Many teams treat least privilege as a one-time role design exercise, but privileged access changes with systems, vendors, and business processes. If elevation is still permanent or broadly inherited, the programme has not actually reduced exposure. Least privilege only works when it is enforced at the moment privilege is used, not only when access is assigned.
Why Least Privilege Fails When It Is Treated as a One-Time Role Design
least privilege breaks down when teams equate it with drawing the right RBAC diagram once and then moving on. Privileged access programmes often preserve permanent elevation, broad inheritance, and static exceptions that outlive the business need they were meant to support. The result is a policy that looks controlled on paper but still allows over-privileged use at the moment of action.
This is especially visible in environments where service accounts, admin tools, and automation scripts accumulate access over time. NHI Management Group research shows that 97% of NHIs carry excessive privileges, and 90% of IT leaders say proper NHI management is essential to Zero Trust implementation in the Ultimate Guide to NHIs. Those figures matter because privileged access is not just a human admin problem anymore; it is increasingly a machine-to-machine control problem.
Current guidance from the OWASP Non-Human Identity Top 10 and NIST SP 800-207 Zero Trust Architecture points in the same direction: trust should be evaluated at use time, not assumed because a role was approved months earlier. In practice, many security teams discover this only after a privileged account is reused in an incident, rather than through intentional privilege minimisation.
How Least Privilege Should Work in Practice
Effective least privilege is dynamic. It starts by defining the narrowest task boundary possible, then issuing access only for the duration of that task, and revoking it immediately after. For humans, that usually means just-in-time elevation with approval, session controls, and command logging. For NHIs and automation, it often means short-lived credentials, scoped secrets, and workload identity rather than standing admin access.
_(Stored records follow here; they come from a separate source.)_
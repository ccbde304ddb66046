package main

import (
	"bytes"
	"flag"
	"os"
	"path/filepath"
	"strings"
	"testing"

	"n2pulse/kinetics/study"
)

// update regenerates the golden files instead of comparing against them.
var update = flag.Bool("update", false, "rewrite testdata/golden from the current model")

// goldenSweep is the small sweep whose results.csv is kept as a golden file: 3 × 2 points of
// the example design on a coarse channel grid.
var goldenSweep = []string{"sweep", "data/designs/example.toml",
	"--vary", "gas.pressure=100Torr:760Torr:3:log",
	"--vary", "circuit.charge_voltage=10kV:16kV:2",
	"--set", "numerics.cells=60", "--workers", "1", "--quiet"}

// TestGolden pins the program's output: `run --json` of every shipped design (data/designs) and
// every experiment case (validation/testdata/experiments), and the results.csv of a small
// sweep, byte for byte against testdata/golden. It guards refactors that must not change
// behaviour (moving code between packages, replacing helpers by library calls).
//
// A change that is meant to move model results (new physics, new data, a fixed bug) will fail
// this test on purpose: regenerate the files with
//
//	go test ./cmd/n2pulse -run TestGolden -update
//
// and commit them together with the change and its before/after table.
func TestGolden(t *testing.T) {
	t.Parallel()
	root := filepath.Join("..", "..")
	var designs []string
	for _, pattern := range []string{"data/designs/*.toml", "validation/testdata/experiments/*.toml"} {
		m, err := filepath.Glob(filepath.Join(root, pattern))
		if err != nil {
			t.Fatal(err)
		}
		for _, p := range m {
			base := filepath.Base(p)
			if strings.HasSuffix(base, ".measured.toml") || base == "common.toml" {
				continue
			}
			designs = append(designs, p)
		}
	}
	if len(designs) < 7 {
		t.Fatalf("found %d designs and experiment cases, want at least 7 (2 shipped + 5 cases)", len(designs))
	}
	for _, p := range designs {
		name := filepath.Base(filepath.Dir(p)) + "-" + strings.TrimSuffix(filepath.Base(p), ".toml") + ".json"
		t.Run(name, func(t *testing.T) {
			t.Parallel()
			var out, errb bytes.Buffer
			if code := run([]string{"run", p, "--json"}, &out, &errb); code != 0 {
				t.Fatalf("run %s: exit %d\n%s", p, code, errb.String())
			}
			checkGolden(t, name, out.Bytes())
		})
	}
	t.Run("sweep-results.csv", func(t *testing.T) {
		t.Parallel()
		dir := t.TempDir()
		args := append([]string{}, goldenSweep...)
		args[1] = filepath.Join(root, args[1])
		args = append(args, "--out", dir)
		var out, errb bytes.Buffer
		if code := run(args, &out, &errb); code != 0 {
			t.Fatalf("sweep: exit %d\n%s", code, errb.String())
		}
		got, err := os.ReadFile(filepath.Join(dir, study.ResultsFile))
		if err != nil {
			t.Fatal(err)
		}
		checkGolden(t, "sweep-results.csv", got)
	})
}

// checkGolden compares got with testdata/golden/name, or rewrites that file under -update.
func checkGolden(t *testing.T, name string, got []byte) {
	t.Helper()
	path := filepath.Join("testdata", "golden", name)
	if *update {
		if err := os.WriteFile(path, got, 0o644); err != nil {
			t.Fatal(err)
		}
		return
	}
	want, err := os.ReadFile(path)
	if err != nil {
		t.Fatalf("%v (run with -update to create it)", err)
	}
	if !bytes.Equal(got, want) {
		t.Errorf("%s differs from the golden file (%d bytes, want %d); if the change is meant to move results, regenerate with -update\ngot:\n%s", name, len(got), len(want), got)
	}
}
That distinction matters because privileged access programmes fail when they rely on static permissions to govern variable work. A backup job, patching workflow, CI/CD runner, or support automation may need high privilege at one moment and none the next. The control objective is therefore not "who can be an admin" but "what action is permitted right now, in this context."
- Use task-based approval, not blanket role membership, for elevation.
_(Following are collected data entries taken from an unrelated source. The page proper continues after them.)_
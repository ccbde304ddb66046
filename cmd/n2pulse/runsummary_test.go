package main

import (
	"bytes"
	"strings"
	"testing"
)

// TestRunSummaryGainLabels (issue 16 case 5): the summary names both gains. Before, "peak
// gain 1.24 cm⁻¹ (gain × length 21.4)" on a 25 cm channel mixed the cell's peak with the
// channel mean's gain-length. On the example (20 cm) the mid-channel cell peaks at 2.56 cm⁻¹
// (× 20 cm = 51.2) and the channel mean at 1.07 cm⁻¹ (gL 21.3): this model's numbers, also
// in the golden file (peak_gain_per_m 256, gain_length 21.3).
func TestRunSummaryGainLabels(t *testing.T) {
	t.Parallel()
	var out, errb bytes.Buffer
	if code := run([]string{"run"}, &out, &errb); code != 0 {
		t.Fatalf("run: exit %d: %s", code, errb.String())
	}
	for _, want := range []string{
		"peak gain (mid-channel cell) 2.56 cm⁻¹ (× channel length: 51.2)",
		"channel-mean gain, peak      1.07 cm⁻¹ (gain-length gL = ∫g dz: 21.3)",
	} {
		if !strings.Contains(out.String(), want) {
			t.Errorf("summary lacks %q:\n%s", want, out.String())
		}
	}
}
- Prefer ephemeral credentials and session tokens with short TTLs over long-lived secrets.
- Bind privilege to workload identity and request context, not to a reusable shared account.
- Log the exact action approved, executed, and revoked so access reviews reflect reality.
- Re-test access whenever systems, vendors, or automation paths change.
The NHI management data in the Ultimate Guide to NHIs — Key Challenges and Risks shows why this matters operationally: 71% of NHIs are not rotated within recommended time frames, and 96% of organisations store secrets outside secrets managers in vulnerable locations. That pattern makes "least privilege" impossible if the credential itself is durable and broadly reusable. These controls tend to break down in legacy admin estates, where shared accounts, embedded secrets, and vendor-maintained scripts cannot support short-lived elevation without redesign.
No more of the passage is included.